Task details: Going through the entries below, count each line containing the word "function". Report the number only.
━━ Working data ━━
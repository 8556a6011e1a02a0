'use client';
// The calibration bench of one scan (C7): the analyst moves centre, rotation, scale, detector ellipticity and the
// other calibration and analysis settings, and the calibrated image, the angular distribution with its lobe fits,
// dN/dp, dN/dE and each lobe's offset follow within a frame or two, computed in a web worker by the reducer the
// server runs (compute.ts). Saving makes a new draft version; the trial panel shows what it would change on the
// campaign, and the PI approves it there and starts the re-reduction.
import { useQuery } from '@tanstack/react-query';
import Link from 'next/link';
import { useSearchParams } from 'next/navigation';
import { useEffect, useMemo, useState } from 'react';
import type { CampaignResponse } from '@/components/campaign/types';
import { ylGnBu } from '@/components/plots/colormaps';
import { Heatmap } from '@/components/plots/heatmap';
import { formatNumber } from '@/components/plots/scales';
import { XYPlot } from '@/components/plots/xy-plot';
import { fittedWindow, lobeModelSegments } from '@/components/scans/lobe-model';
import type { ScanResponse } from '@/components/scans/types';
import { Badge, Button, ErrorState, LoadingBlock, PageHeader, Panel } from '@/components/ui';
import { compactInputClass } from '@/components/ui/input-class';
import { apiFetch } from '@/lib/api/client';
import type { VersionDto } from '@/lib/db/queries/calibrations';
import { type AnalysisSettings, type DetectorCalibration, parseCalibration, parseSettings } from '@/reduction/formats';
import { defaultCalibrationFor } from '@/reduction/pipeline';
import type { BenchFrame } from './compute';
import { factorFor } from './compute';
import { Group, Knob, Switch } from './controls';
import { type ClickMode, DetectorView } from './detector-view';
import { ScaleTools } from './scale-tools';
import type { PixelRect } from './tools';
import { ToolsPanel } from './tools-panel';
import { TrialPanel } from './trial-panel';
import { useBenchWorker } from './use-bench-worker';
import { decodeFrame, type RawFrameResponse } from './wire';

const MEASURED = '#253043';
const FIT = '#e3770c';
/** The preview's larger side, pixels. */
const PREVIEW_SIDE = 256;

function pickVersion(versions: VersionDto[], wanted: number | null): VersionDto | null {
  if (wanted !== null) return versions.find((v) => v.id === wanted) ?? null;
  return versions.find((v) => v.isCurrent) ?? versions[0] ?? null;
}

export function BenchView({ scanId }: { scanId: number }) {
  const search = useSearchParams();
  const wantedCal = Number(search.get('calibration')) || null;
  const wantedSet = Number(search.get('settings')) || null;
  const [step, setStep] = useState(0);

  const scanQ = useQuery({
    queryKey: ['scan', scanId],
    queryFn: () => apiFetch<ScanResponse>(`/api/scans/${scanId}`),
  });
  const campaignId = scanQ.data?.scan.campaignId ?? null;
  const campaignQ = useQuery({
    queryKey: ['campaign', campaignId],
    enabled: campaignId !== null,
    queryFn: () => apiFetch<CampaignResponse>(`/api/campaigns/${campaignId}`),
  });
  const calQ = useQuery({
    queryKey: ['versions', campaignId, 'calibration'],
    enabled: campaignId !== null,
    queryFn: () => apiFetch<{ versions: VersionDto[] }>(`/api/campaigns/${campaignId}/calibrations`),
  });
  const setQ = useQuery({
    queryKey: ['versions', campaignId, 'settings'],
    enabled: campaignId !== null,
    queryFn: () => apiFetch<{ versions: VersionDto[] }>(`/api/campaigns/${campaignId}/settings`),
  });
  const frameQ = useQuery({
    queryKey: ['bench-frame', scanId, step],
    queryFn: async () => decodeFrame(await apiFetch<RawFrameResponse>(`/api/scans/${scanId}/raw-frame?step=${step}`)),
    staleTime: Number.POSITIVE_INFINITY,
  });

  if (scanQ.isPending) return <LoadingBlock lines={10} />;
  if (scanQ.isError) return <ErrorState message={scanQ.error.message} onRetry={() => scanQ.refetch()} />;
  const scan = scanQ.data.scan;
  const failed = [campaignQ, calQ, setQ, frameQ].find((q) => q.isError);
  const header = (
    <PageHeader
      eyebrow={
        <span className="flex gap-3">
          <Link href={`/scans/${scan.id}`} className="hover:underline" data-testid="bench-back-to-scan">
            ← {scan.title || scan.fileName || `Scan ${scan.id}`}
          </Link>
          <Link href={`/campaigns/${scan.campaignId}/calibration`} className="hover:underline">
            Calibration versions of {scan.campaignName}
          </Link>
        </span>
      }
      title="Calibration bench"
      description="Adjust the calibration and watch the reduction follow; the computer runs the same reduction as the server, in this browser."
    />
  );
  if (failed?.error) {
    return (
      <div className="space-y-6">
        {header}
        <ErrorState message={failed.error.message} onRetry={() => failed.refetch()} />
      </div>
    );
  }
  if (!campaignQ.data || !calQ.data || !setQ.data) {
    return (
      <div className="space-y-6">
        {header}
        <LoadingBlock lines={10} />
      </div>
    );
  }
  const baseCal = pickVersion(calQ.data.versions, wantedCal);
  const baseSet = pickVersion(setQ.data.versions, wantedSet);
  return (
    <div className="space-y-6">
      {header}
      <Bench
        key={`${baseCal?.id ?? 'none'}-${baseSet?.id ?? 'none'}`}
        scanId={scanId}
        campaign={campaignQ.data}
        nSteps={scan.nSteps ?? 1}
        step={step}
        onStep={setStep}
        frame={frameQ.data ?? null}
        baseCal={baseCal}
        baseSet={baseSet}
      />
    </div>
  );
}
━━━
Response below: 2